Semua gambar itu perlu dianalisis. Jadi, 80 persen dari otak capung dikhususkan untuk mengolah informasi visual. Tidak banyak instrumen optik yang sedemikian sensitifnya—seekor capung dapat menemukan nyamuk pada jarak 20 meter. Bahkan pada saat senja buta, sewaktu cahaya sedemikian redupnya sehingga pengamat manusia hampir tidak dapat melihat seekor lalat yang kecil, capung tropis dapat menangkapnya dengan mudah.
Cara terbang capung yang dengan cepat meluncur melalui tumbuh-tumbuhan di tepi sungai membutuhkan ratusan keputusan dalam waktu yang sangat singkat. Ia dapat menangani tugas yang menakjubkan ini karena kesanggupannya melihat ratusan gambar yang berbeda dalam waktu sedetik, lebih dari lima kali lipat daripada kesanggupan kita. Jadi, film, yang memproyeksikan 24 gambar per detik, akan tampak bagaikan serangkaian gambar tak bergerak bagi seekor capung.
Perubahan Gaya Hidup
Sewaktu capung memulai kehidupannya, tidak ada tanda-tanda bahwa pada akhirnya ia akan menjadi penerbang yang ulung. Setelah menetas, larvanya yang hidup di air hampir tidak bergerak di sebuah kolam atau aliran air, menunggu makanan apa pun yang cukup dekat untuk diraih. Setelah beberapa kali berganti kulit—beberapa spesies membutuhkan beberapa bulan atau bahkan beberapa tahun—sang larva memanjat ke sebatang buluh. Di situlah metamorfosis yang luar biasa berlangsung.
Kulitnya membelah di sepanjang rongga dada, dan seekor capung utuh merangkak ke luar. Seperti kupu-kupu, capung dewasa yang baru muncul harus menunggu beberapa jam sebelum sayapnya mengeras dan kehidupan yang baru pun mulai. Dalam waktu beberapa hari, hikmatnya secara naluri memungkinkan dia berburu dengan sukses dan menguasai teknik terbang yang rumit.
Tak lama kemudian, sang capung muda menjadi pakar penangkap lalat dan nyamuk sambil terbang. Melahap serangga hingga seberat tubuhnya sendiri setiap hari, ia melakukan jasa yang tak ternilai. Untuk menjamin pasokan makanan yang dapat diandalkan, banyak capung jantan menetapkan batas-batas untuk suatu daerah kecil, yang mereka patroli dengan ketat.
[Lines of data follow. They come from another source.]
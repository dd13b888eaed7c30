import type { InStatement, InValue } from '@libsql/client'
import { continueFold } from '../../../utils/custody/continueFold'
import type { AnyRecordedEvent } from '../../../utils/custody/event'
import { fold, type FoldResult } from '../../../utils/custody/fold'
import type { Half } from '../../../utils/custody/half'
import { cacheRow } from '../../../utils/custody/row'
import type { SaidByOthers } from '../../../utils/custody/saidByOthers'
import type { CylinderState } from '../../../utils/custody/state'
import type { Database } from '../database/database'
import type { Directory } from '../directory/directory'
import { changeStatements, type CacheChange, type Columns } from './cacheChanges'
import { books, claims, halfLines, type Lines } from './cacheLines'
import { cylinderStates } from './cylinderViews'
import { foldContext, rowContext, type RuledRowContext } from './foldContext'
import type { Group } from './group'
import { logsOf } from './logPages'
import type { LogRow } from './logRow'
import type { Guard } from './posting'
import { saidByOthers } from './saidByOthers'

const NO_GUARD: Guard = { sql: '1', args: [] }

/** A cylinder that a group of events touched, as its log makes it now. */
interface Touched {
  cylinderId: string
  added: readonly LogRow[]
  folded: FoldResult
  /** Only what the new events did was folded: all before them stays as it is. */
  isContinued: boolean
}

/** A cylinder as it stands, and what other cylinders' logs say of it. */
export interface Standing { state: CylinderState, said: SaidByOthers }

/** What the caches must hold after a group of events, and its cylinders as they then stand. */
export interface GroupCaches { statements: InStatement[], standing: ReadonlyMap<string, Standing> }

/**
 * What the caches must hold after a group of events. Every statement stands under the condition that the last line of
 * the group was written, and so all of them: the loser of a race changes no cache.
 */
export async function groupCaches(db: Database, group: Group): Promise<GroupCaches> {
  const touched = await foldTouched(db, group)
  const halvesNow = new Map(touched.map(({ cylinderId, folded }) => [cylinderId, folded.state.halves]))
  const standing = new Map<string, Standing>()
  const changes = touched.map((one): CacheChange => {
    const { cylinderId, added, folded } = one
    const { own, naming } = group.halvesBefore(cylinderId)
    const said = { codesOnTwo: group.codesOnTwo(cylinderId), otherHalves: withThoseOf(halvesNow, naming, cylinderId) }
    standing.set(cylinderId, { state: folded.state, said })
    const row = cylinderColumns(cylinderId, folded.state, rowContext(group.directory, added.at(-1)!.recorded_at, said))
    const lines = [books(cylinderId, folded, one.isContinued), ...claimsAfter(one), ...(areSame(own, folded.state.halves) ? [] : [halfLines(cylinderId, folded)])]
    return changeOf(cylinderId, row, lines, group.keptOf(cylinderId).row)
  })
  const guard = wereWritten(touched.flatMap(({ added }) => added))
  return { statements: [...changeStatements(changes, guard), ...await otherRows(db, group, touched, halvesNow, guard)], standing }
}

/** Goes on from what is kept of each cylinder; where that does not tell, reads its log and begins anew. */
async function foldTouched(db: Database, group: Group): Promise<Touched[]> {
  const context = foldContext(group.directory)
  const touched = group.touched().map(({ cylinderId, added }) => {
    const { head, state } = group.keptOf(cylinderId)
    const events = added.map(({ event }) => event)
    return { cylinderId, hasLog: head.version > 0, events, added: added.map(({ row }) => row), continued: state && continueFold(state, events, context) }
  })
  const logs = await logsOf(db, touched.filter(({ hasLog, continued }) => hasLog && !continued).map(({ cylinderId }) => cylinderId))
  return touched.map(({ cylinderId, added, events, continued }) => ({
    cylinderId, added, isContinued: continued !== null, folded: continued ?? fold([...logs.get(cylinderId) ?? [], ...events], context),
  }))
}

/** The rows of cylinders outside the group that a changed half names, or named before: what it says shows on both. */
async function otherRows(db: Database, group: Group, touched: readonly Touched[], halvesNow: ReadonlyMap<string, Half[]>, guard: Guard): Promise<InStatement[]> {
  const changed = touched.filter(({ cylinderId, folded }) => !areSame(group.halvesBefore(cylinderId).own, folded.state.halves))
  const named = changed.flatMap(({ cylinderId, folded }) => [...group.halvesBefore(cylinderId).own, ...folded.state.halves].map(({ otherId }) => otherId))
  const ids = [...new Set(named)].filter(id => !halvesNow.has(id))
  if (ids.length === 0) return []
  const { added } = changed.at(-1)!
  const [states, said] = await Promise.all([cylinderStates(db, ids), saidByOthers(db, ids)])
  return [...states].map(([id, state]) => {
    const otherHalves = withThoseOf(halvesNow, said(id).otherHalves, id)
    return refreshedRow(id, state, rowContext(group.directory, added.at(-1)!.recorded_at, { ...said(id), otherHalves }), guard)
  })
}

/** The halves that name a cylinder, with those of the touched cylinders as they are now. */
function withThoseOf(halvesNow: ReadonlyMap<string, Half[]>, before: readonly Half[], cylinderId: string): Half[] {
  const now = [...halvesNow.values()].flat().filter(({ otherId }) => otherId === cylinderId)
  return [...before.filter(half => !halvesNow.has(half.cylinderId)), ...now]
}

function areSame(before: readonly Half[], now: readonly Half[]): boolean {
  return JSON.stringify(before) === JSON.stringify(now)
}

/** The condition that every line of a group is in the log: each is written only after the one before it, so the last stands for all. */
export function wereWritten(rows: readonly LogRow[]): Guard {
  const last = rows.reduce((one, other) => other.seq > one.seq ? other : one)
  return {
    sql: 'EXISTS (SELECT 1 FROM custody_events WHERE id = ? AND cylinder_id = ? AND version = ? AND hash = ?)',
    args: [last.id, last.cylinder_id, last.version, last.hash],
  }
}

/** The caches that hold something for each cylinder, and the column that names it. */
export const CYLINDER_CACHES = [
  { table: 'movements', key: 'cylinder_id' }, { table: 'stock_changes', key: 'cylinder_id' }, { table: 'label_claims', key: 'cylinder_id' },
  { table: 'halves', key: 'cylinder_id' }, { table: 'cylinders', key: 'id' },
] as const

/** The caches of one cylinder, made from its whole log: for a rebuild. They stand unless another process has recorded a later event. */
export function rebuiltCache(cylinderId: string, events: readonly AnyRecordedEvent[], from: Directory, nowMs: number, said: SaidByOthers): InStatement[] {
  const folded = fold(events, foldContext(from))
  const guard: Guard = {
    sql: 'NOT EXISTS (SELECT 1 FROM custody_events WHERE cylinder_id = ? AND version > ?)',
    args: [cylinderId, events.at(-1)?.version ?? 0],
  }
  const row = cylinderColumns(cylinderId, folded.state, rowContext(from, nowMs, said))
  return changeStatements([changeOf(cylinderId, row, [books(cylinderId, folded), claims(cylinderId, folded), halfLines(cylinderId, folded)])], guard)
}

/** What the fleet of a past instant holds of one cylinder: its row, its labels and its halves; no books. */
export function pastCache(cylinderId: string, folded: FoldResult, from: Directory, atMs: number): InStatement[] {
  const row = cylinderColumns(cylinderId, folded.state, rowContext(from, atMs))
  return changeStatements([changeOf(cylinderId, row, [claims(cylinderId, folded), halfLines(cylinderId, folded)])], NO_GUARD)
}

/**
 * The row of a cylinder from its cached state, where something outside its events has changed. A row that another
 * process has meanwhile made of a later event stays, and so does the state itself.
 */
export function refreshedRow(cylinderId: string, state: CylinderState, context: RuledRowContext, guard: Guard = NO_GUARD): InStatement {
  const columns = Object.entries(cylinderColumns(cylinderId, state, context)).filter(([name]) => !['id', 'version', 'state'].includes(name))
  return {
    sql: `UPDATE cylinders SET ${columns.map(([name]) => `${name} = ?`).join(', ')} WHERE id = ? AND version = ? AND ${guard.sql}`,
    args: [...columns.map(([, value]) => value), cylinderId, state.version, ...guard.args],
  }
}

/** The row of a cylinder by column. */
export function cylinderColumns(cylinderId: string, state: CylinderState, context: RuledRowContext): Columns {
  return { id: cylinderId, ...snakeCase(cacheRow(state, context)), state: JSON.stringify(state), ruled_by: context.ruledBy }
}

function changeOf(cylinderId: string, row: Columns, lines: readonly Lines[], before: Columns | null = null): CacheChange {
  return { cylinderId, row, before, cleared: lines.flatMap(({ cleared }) => cleared), added: Object.assign({}, ...lines.map(({ added }) => added)) as Lines['added'] }
}

/** The codes, where a new event can have changed them. */
function claimsAfter({ cylinderId, added, folded, isContinued }: Touched): Lines[] {
  return added.some(row => row.kind === 'labelled' || row.kind === 'corrected') ? [claims(cylinderId, folded, isContinued)] : []
}

const COLUMN_NAMES = new Map<string, string>()

/** The name of a column in the database. */
function columnName(key: string): string {
  const known = COLUMN_NAMES.get(key)
  if (known !== undefined) return known
  const name = key.replace(/[A-Z]/g, letter => `_${letter.toLowerCase()}`)
  COLUMN_NAMES.set(key, name)
  return name
}

function snakeCase(columns: object): Columns {
  return Object.fromEntries(Object.entries(columns).map(([key, value]) => [columnName(key), typeof value === 'boolean' ? Number(value) : value as InValue]))
}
Beberapa spesies capung berburu kutu daun atau kumbang, yang lainnya menangkap katak kecil, dan sejenis sibar-sibar tropis bahkan memakan laba-laba. Ia terbang mengitari jaring seekor laba-laba besar dari famili Argiopidae dan menangkap laba-laba yang lebih kecil yang mengunjungi jaring itu untuk mengais sisa-sisa makanan yang ditinggalkan laba-laba pemiliknya.
Bukti-Bukti yang Bertentangan dengan Evolusi
Banyak ahli evolusi menganggap capung sebagai serangga terbang yang paling awal. Sebuah fosil yang ditemukan di Prancis menampilkan cetakan sayap seekor capung dengan rentang sayap 75 sentimeter! Ini adalah serangga terbesar yang diketahui, dengan ukuran lebih dari tiga kali lipat dibandingkan dengan capung mana pun yang masih hidup.
Saya menanyakan diri sendiri, ’Bagaimana mungkin salah satu mekanisme terbang yang paling rumit yang diketahui manusia muncul begitu saja, berkembang dengan sempurna?’ ”Tidak ada fosil serangga yang dapat menjembatani antara keadaan tidak bersayap dan bersayap,” demikian diakui buku Alien Empire—An Exploration of the Lives of Insects. Bukti-bukti jelas memperlihatkan bahwa capung adalah pekerjaan tangan seorang Guru Besar Perancang yang cerdas.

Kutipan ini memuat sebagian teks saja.